Start of Data section
// Spearman returns Spearman's rank correlation ρ, Pearson's r of the
// average ranks (Ranks), so ties are handled exactly rather than by the
// 1 − 6Σd²/(n(n²−1)) shortcut, which holds only without ties. p is the
// two-sided p of t = ρ·√((n−2)/(1−ρ²)) with n−2 degrees of freedom, the
// usual large-sample approximation (as scipy.stats.spearmanr).
//
// x and y must have equal length (it panics otherwise). ρ and p are NaN
// when a value is NaN (±Inf are ranked like any other value), n < 2 or
// either variable is constant; p is NaN when n < 3.
func Spearman(x, y []float64) (rho, p float64) {
	if len(x) != len(y) {
		panic("stats: Spearman: x and y lengths differ")
	}
	if len(x) < 2 || hasNaN(x) || hasNaN(y) {
		return math.NaN(), math.NaN()
	}
	checkIndexable("Spearman", len(x))
	sc := newRankScratch(len(x))
	rx, ry := hugepage.Make[float64](len(x)), hugepage.Make[float64](len(x))
	ranksInto(rx, x, sc)
	ranksInto(ry, y, sc)
	m := CentredMoments(rx, ry)
	rho = corrFromSums(m.Sxx, m.Syy, m.Sxy)
	_, p = corrT(rho, len(x))
	return rho, p
}

// KendallTauB returns Kendall's τ-b and its two-sided p-value.
//
//	τ-b = (C − D) / √((n0 − n1)(n0 − n2))
//
// with C and D the concordant and discordant pairs, n0 = n(n−1)/2, and n1,
// n2 the pairs tied in x and in y. The count is Knight's algorithm (Knight
// 1966, "A computer method for calculating Kendall's tau with ungrouped
// data", JASA 61(314):436–439): sort the pairs by (x, y), then merge-sort y
// counting the exchanges, which are the discordant pairs; O(n log n) time,
// O(n) memory. The initial sort is a radix sort by x (sortkey.go) with each
// run of tied x then sorted by y, and the merge sort starts from
// insertion-sorted runs of 16. (gonum's stat.Kendall
// is τ-a, O(n²), and counts ties as concordant, so it is not used.)
//
// p is from the normal approximation to S = C − D with the variance
// corrected for ties in both variables (Kendall 1970, Rank Correlation
// Methods, 4th ed., ch. 4):
//
//	Var S = [n(n−1)(2n+5) − Σt(t−1)(2t+5) − Σu(u−1)(2u+5)]/18
//	      + [Σt(t−1)]·[Σu(u−1)] / (2n(n−1))
//	      + [Σt(t−1)(t−2)]·[Σu(u−1)(u−2)] / (9n(n−1)(n−2))
//
// over the tie groups t of x and u of y; this is scipy.stats.kendalltau's
// asymptotic p for variant "b". Without ties and with n ≤ KendallExactMaxN
// the p-value is instead exact: twice the lower tail of the number of
// discordant pairs, whose null distribution is that of the inversions of a
// random permutation (Kendall 1970, ch. 4; computed by the recursion
// P_j(k) = (1/j)·Σ_{i<j} P_{j−1}(k−i) over the first j ranks), capped at 1 —
// the rule and the value of scipy.stats.kendalltau's default
// method="auto", where the normal approximation is poor (n = 5 without
// ties: exact 0.0167, normal 0.0275 for τ = 1).
//
// x and y must have equal length and fewer than 2³¹ values (it panics
// otherwise). τ-b and p are NaN when a value is NaN (±Inf are ranked like
// any other value), n < 2 or either variable is constant.
func KendallTauB(x, y []float64) (tau, p float64) {
	if len(x) != len(y) {
		panic("stats: KendallTauB: x and y lengths differ")
	}
	n := len(x)
	if n < 2 || hasNaN(x) || hasNaN(y) {
		return math.NaN(), math.NaN()
	}
	checkIndexable("KendallTauB", n)
	// Order the rows by (x, y): a radix sort by x, then each run of tied x
	// sorted by y. Only the y keys in that order are needed afterwards.
	kx := hugepage.Make[uint64](n)
	ys := hugepage.Make[uint64](n)
	kbuf := hugepage.Make[uint64](n)
	idx := hugepage.Make[int32](n)
	for i, v := range x {
		kx[i] = floatKey(v)
		idx[i] = int32(i)
	}
	radixSort(kx, idx, kbuf, hugepage.Make[int32](n))
	for i, j := range idx {
		ys[i] = floatKey(y[j])
	}
	idx = nil
	for lo := 0; lo < n; {
		hi := lo + 1
		for hi < n && kx[hi] == kx[lo] {
			hi++
		}
		if hi-lo > 1 {
			slices.Sort(ys[lo:hi])
		}
		lo = hi
	}
	var tx, txy tieSums // ties in x; joint ties in (x, y)
	for lo := 0; lo < n; {
		hi := lo + 1
		for hi < n && kx[hi] == kx[lo] {
			hi++
		}
		tx.add(hi - lo)
		for a := lo; a < hi; {
			b := a + 1
			for b < hi && ys[b] == ys[a] {
				b++
			}
			txy.add(b - a)
			a = b
		}
		lo = hi
	}
	swaps := mergeCount(ys, kbuf)
	var ty tieSums
	for lo := 0; lo < n; {
		hi := lo + 1
		for hi < n && ys[hi] == ys[lo] {
			hi++
		}
		ty.add(hi - lo)
		lo = hi
	}
	return kendallFromCounts(n, swaps, tx, ty, txy)
}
End of Data section
◆ **Assignment**
Copy the entries above exactly, but only from the line holding "return rho, p" through the line holding "tau with ungrouped", both included.

◆ **Solved exercise**
	return rho, p
}

// KendallTauB returns Kendall's τ-b and its two-sided p-value.
//
//	τ-b = (C − D) / √((n0 − n1)(n0 − n2))
//
// with C and D the concordant and discordant pairs, n0 = n(n−1)/2, and n1,
// n2 the pairs tied in x and in y. The count is Knight's algorithm (Knight
// 1966, "A computer method for calculating Kendall's tau with ungrouped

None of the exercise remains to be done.